### [Task details]
Begin at the first line below and copy each line exactly, ending with the line where "const std::vector<std::string>& members" appears.

**********

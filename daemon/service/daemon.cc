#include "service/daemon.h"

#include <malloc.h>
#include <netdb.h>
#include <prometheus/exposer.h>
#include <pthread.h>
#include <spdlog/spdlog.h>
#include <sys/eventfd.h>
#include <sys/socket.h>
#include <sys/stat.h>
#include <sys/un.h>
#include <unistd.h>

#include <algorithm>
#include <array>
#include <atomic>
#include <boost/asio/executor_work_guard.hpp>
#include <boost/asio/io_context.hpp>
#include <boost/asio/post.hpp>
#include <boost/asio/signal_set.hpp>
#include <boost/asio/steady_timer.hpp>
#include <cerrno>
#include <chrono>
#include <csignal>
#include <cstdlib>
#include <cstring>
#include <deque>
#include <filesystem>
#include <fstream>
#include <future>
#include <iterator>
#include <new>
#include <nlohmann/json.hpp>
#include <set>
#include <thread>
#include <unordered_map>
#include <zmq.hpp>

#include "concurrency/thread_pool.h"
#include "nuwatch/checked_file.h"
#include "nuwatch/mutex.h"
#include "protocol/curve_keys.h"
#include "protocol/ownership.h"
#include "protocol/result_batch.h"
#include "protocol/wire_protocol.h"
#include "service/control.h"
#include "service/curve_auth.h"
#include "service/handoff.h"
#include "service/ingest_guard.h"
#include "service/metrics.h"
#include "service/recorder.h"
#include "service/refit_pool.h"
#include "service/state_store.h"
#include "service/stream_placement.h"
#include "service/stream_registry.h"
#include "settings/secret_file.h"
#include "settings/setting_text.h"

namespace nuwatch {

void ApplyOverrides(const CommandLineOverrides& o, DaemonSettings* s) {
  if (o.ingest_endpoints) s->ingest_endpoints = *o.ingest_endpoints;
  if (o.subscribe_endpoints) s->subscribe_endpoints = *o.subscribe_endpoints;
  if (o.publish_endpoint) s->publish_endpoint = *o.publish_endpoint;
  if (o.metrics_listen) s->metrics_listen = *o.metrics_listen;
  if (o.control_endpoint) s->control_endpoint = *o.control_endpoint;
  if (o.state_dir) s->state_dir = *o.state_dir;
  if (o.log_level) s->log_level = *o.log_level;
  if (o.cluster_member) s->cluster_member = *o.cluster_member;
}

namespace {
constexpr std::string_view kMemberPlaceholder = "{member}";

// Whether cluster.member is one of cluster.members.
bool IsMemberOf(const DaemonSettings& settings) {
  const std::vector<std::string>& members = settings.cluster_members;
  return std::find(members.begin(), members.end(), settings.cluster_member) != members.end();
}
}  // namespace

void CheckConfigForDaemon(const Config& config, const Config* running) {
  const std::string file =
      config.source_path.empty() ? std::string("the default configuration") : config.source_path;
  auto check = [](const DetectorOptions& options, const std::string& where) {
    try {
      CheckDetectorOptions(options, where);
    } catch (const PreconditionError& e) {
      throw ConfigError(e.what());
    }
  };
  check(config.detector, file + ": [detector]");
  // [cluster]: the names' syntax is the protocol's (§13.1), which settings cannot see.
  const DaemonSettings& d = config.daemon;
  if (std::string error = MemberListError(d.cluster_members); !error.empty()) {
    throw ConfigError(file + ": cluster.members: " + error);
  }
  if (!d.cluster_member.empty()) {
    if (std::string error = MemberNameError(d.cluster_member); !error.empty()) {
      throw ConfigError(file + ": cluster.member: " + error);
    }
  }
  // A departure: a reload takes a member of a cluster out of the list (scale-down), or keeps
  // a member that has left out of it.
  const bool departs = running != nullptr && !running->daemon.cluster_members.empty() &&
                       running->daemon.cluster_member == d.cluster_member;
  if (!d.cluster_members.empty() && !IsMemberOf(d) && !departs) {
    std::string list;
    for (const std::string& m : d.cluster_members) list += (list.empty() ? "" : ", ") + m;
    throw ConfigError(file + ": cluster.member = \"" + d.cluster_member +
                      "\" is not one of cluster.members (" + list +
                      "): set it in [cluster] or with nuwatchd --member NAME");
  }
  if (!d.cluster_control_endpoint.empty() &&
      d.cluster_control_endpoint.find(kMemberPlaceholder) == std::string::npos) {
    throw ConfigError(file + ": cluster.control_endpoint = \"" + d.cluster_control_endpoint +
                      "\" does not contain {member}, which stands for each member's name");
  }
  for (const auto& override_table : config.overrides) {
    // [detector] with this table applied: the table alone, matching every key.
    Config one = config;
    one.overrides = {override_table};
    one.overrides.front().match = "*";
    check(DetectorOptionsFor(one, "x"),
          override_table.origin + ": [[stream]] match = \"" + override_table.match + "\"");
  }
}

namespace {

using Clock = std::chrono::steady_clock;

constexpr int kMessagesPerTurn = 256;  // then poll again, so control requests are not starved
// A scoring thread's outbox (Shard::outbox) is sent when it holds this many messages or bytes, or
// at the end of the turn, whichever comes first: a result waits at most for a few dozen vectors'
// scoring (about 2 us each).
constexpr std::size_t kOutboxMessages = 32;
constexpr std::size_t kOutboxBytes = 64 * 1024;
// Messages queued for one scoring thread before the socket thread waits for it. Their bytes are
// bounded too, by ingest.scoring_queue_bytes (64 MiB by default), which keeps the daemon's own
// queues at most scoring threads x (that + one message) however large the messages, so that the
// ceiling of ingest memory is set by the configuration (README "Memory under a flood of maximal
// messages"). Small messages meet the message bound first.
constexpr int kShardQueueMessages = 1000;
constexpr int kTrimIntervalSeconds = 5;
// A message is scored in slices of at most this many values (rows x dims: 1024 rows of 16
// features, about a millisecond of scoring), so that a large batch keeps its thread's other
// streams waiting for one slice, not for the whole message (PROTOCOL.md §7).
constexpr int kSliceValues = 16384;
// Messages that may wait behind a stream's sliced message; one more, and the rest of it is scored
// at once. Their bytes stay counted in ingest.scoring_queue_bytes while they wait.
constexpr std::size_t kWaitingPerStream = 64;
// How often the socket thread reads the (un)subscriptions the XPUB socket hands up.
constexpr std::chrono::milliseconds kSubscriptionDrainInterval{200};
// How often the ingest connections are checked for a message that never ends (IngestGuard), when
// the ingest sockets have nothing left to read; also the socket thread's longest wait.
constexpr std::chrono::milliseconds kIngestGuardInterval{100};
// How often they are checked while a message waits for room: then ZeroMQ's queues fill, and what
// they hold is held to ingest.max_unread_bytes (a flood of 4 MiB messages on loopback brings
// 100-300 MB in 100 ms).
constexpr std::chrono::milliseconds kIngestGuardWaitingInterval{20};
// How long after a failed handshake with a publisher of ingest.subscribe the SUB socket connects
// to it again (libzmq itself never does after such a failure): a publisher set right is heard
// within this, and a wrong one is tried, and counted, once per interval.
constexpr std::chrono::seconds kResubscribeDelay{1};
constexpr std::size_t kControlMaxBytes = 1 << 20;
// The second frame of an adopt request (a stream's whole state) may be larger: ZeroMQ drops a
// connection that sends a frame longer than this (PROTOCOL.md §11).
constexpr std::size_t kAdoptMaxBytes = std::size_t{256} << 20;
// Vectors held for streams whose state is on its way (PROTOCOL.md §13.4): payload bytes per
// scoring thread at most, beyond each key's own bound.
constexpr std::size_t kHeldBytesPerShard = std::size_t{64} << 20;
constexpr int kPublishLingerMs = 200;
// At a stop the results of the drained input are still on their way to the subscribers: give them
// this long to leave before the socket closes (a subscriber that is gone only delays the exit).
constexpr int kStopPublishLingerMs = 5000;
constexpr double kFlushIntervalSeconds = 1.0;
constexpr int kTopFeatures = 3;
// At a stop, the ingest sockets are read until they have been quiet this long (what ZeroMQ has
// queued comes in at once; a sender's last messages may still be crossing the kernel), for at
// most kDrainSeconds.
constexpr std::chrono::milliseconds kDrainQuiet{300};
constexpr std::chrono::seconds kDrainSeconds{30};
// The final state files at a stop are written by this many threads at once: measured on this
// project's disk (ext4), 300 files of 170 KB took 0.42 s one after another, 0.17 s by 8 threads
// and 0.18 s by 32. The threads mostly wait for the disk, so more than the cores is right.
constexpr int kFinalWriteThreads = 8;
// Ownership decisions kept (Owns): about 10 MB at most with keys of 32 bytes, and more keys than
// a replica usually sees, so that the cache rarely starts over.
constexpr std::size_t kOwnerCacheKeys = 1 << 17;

**********

### [Written response]
filename daemon/service/daemon.cc
#include "service/daemon.h"

#include <malloc.h>
#include <netdb.h>
#include <prometheus/exposer.h>
#include <pthread.h>
#include <spdlog/spdlog.h>
#include <sys/eventfd.h>
#include <sys/socket.h>
#include <sys/stat.h>
#include <sys/un.h>
#include <unistd.h>

#include <algorithm>
#include <array>
#include <atomic>
#include <boost/asio/executor_work_guard.hpp>
#include <boost/asio/io_context.hpp>
#include <boost/asio/post.hpp>
#include <boost/asio/signal_set.hpp>
#include <boost/asio/steady_timer.hpp>
#include <cerrno>
#include <chrono>
#include <csignal>
#include <cstdlib>
#include <cstring>
#include <deque>
#include <filesystem>
#include <fstream>
#include <future>
#include <iterator>
#include <new>
#include <nlohmann/json.hpp>
#include <set>
#include <thread>
#include <unordered_map>
#include <zmq.hpp>

#include "concurrency/thread_pool.h"
#include "nuwatch/checked_file.h"
#include "nuwatch/mutex.h"
#include "protocol/curve_keys.h"
#include "protocol/ownership.h"
#include "protocol/result_batch.h"
#include "protocol/wire_protocol.h"
#include "service/control.h"
#include "service/curve_auth.h"
#include "service/handoff.h"
#include "service/ingest_guard.h"
#include "service/metrics.h"
#include "service/recorder.h"
#include "service/refit_pool.h"
#include "service/state_store.h"
#include "service/stream_placement.h"
#include "service/stream_registry.h"
#include "settings/secret_file.h"
#include "settings/setting_text.h"

namespace nuwatch {

void ApplyOverrides(const CommandLineOverrides& o, DaemonSettings* s) {
  if (o.ingest_endpoints) s->ingest_endpoints = *o.ingest_endpoints;
  if (o.subscribe_endpoints) s->subscribe_endpoints = *o.subscribe_endpoints;
  if (o.publish_endpoint) s->publish_endpoint = *o.publish_endpoint;
  if (o.metrics_listen) s->metrics_listen = *o.metrics_listen;
  if (o.control_endpoint) s->control_endpoint = *o.control_endpoint;
  if (o.state_dir) s->state_dir = *o.state_dir;
  if (o.log_level) s->log_level = *o.log_level;
  if (o.cluster_member) s->cluster_member = *o.cluster_member;
}

namespace {
constexpr std::string_view kMemberPlaceholder = "{member}";

// Whether cluster.member is one of cluster.members.
bool IsMemberOf(const DaemonSettings& settings) {
  const std::vector<std::string>& members = settings.cluster_members;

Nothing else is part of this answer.